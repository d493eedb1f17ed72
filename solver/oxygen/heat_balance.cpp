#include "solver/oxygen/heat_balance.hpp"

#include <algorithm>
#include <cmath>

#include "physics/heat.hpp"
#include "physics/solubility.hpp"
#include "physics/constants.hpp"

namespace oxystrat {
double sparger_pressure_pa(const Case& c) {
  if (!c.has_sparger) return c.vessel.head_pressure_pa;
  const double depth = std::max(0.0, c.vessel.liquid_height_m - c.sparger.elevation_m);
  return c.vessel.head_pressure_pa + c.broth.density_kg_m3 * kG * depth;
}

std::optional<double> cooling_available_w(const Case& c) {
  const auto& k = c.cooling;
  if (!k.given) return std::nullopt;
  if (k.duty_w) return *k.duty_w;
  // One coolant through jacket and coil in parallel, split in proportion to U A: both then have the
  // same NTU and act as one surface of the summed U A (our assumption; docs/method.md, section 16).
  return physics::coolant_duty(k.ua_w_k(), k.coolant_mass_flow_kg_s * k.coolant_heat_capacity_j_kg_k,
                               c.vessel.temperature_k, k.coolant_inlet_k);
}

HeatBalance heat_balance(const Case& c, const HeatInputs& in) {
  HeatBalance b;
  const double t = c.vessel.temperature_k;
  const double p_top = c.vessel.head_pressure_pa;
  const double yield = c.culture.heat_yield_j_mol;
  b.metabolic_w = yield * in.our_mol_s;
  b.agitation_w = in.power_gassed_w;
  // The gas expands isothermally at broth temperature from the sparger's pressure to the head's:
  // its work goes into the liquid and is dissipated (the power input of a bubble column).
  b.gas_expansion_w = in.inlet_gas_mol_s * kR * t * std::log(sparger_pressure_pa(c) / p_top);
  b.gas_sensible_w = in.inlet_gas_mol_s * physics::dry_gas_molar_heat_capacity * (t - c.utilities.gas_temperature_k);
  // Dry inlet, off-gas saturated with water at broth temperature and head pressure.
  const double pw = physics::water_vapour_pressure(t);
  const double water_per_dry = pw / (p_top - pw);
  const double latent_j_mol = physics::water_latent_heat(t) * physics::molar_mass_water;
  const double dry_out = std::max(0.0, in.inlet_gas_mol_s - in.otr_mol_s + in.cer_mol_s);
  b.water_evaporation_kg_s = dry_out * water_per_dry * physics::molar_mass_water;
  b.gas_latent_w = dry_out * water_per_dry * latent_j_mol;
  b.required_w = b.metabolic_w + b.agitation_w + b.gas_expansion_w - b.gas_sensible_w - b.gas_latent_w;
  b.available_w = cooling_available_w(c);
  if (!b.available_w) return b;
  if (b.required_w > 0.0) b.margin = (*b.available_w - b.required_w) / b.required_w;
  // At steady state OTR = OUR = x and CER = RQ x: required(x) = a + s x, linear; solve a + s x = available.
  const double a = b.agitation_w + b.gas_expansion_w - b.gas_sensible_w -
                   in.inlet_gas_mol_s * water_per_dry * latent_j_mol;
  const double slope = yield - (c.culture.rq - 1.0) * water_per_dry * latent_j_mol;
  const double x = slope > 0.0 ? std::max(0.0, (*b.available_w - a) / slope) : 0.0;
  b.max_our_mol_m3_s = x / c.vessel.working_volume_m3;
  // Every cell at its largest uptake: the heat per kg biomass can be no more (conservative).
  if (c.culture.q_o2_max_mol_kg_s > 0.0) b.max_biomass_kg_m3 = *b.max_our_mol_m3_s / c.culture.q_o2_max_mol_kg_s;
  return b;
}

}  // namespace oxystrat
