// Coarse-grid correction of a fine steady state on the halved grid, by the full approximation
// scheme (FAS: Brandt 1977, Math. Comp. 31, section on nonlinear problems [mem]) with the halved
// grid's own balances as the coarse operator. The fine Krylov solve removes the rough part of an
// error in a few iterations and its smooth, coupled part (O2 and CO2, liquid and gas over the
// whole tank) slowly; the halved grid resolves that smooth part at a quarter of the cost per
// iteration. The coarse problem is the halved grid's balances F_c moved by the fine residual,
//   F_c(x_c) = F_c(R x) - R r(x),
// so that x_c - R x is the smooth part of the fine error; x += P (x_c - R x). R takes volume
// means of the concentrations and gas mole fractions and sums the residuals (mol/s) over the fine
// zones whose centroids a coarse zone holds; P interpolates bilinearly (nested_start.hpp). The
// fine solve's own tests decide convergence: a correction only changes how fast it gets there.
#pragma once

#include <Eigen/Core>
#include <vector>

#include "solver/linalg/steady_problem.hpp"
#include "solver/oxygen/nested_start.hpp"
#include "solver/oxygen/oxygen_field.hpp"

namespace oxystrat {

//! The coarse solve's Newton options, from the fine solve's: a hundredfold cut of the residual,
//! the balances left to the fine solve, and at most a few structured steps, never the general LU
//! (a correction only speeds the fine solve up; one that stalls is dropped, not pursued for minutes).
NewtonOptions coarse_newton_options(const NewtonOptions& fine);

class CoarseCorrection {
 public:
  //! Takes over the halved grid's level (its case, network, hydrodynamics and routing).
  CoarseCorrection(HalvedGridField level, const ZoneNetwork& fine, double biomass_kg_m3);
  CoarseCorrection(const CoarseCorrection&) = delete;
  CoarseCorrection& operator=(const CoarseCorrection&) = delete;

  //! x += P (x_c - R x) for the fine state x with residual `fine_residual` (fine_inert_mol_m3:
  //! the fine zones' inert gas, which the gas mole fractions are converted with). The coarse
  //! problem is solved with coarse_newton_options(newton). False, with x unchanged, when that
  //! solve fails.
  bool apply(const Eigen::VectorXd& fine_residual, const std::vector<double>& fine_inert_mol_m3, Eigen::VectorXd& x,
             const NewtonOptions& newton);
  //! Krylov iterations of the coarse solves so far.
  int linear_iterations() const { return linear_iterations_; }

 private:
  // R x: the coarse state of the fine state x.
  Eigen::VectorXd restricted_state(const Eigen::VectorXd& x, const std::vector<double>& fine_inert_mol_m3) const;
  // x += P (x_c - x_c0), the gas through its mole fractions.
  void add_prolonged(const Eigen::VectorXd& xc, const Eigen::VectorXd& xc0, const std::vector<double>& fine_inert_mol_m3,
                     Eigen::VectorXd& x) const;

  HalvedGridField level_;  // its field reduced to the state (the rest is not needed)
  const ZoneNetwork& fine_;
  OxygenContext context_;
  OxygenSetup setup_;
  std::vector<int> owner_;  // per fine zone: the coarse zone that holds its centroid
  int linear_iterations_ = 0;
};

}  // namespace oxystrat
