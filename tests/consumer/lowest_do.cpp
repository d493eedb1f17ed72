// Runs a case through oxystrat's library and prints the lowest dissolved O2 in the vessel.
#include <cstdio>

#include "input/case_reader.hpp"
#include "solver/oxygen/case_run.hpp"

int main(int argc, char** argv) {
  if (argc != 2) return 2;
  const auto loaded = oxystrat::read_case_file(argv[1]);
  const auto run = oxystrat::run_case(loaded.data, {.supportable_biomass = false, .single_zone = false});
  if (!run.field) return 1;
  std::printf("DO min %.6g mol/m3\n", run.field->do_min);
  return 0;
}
*-*-*
**WORK ITEM**: All that is needed is the line containing "int linear_iterations_ = 0;" and each line after it to the end of the data above, set down exactly.

**COMPLETED EXERCISE**:
  int linear_iterations_ = 0;
};

}  // namespace oxystrat
filename tests/consumer/lowest_do.cpp
repository d493eedb1f17ed72
// Runs a case through oxystrat's library and prints the lowest dissolved O2 in the vessel.
#include <cstdio>

#include "input/case_reader.hpp"
#include "solver/oxygen/case_run.hpp"

int main(int argc, char** argv) {
  if (argc != 2) return 2;
  const auto loaded = oxystrat::read_case_file(argv[1]);
  const auto run = oxystrat::run_case(loaded.data, {.supportable_biomass = false, .single_zone = false});
  if (!run.field) return 1;
  std::printf("DO min %.6g mol/m3\n", run.field->do_min);
  return 0;
}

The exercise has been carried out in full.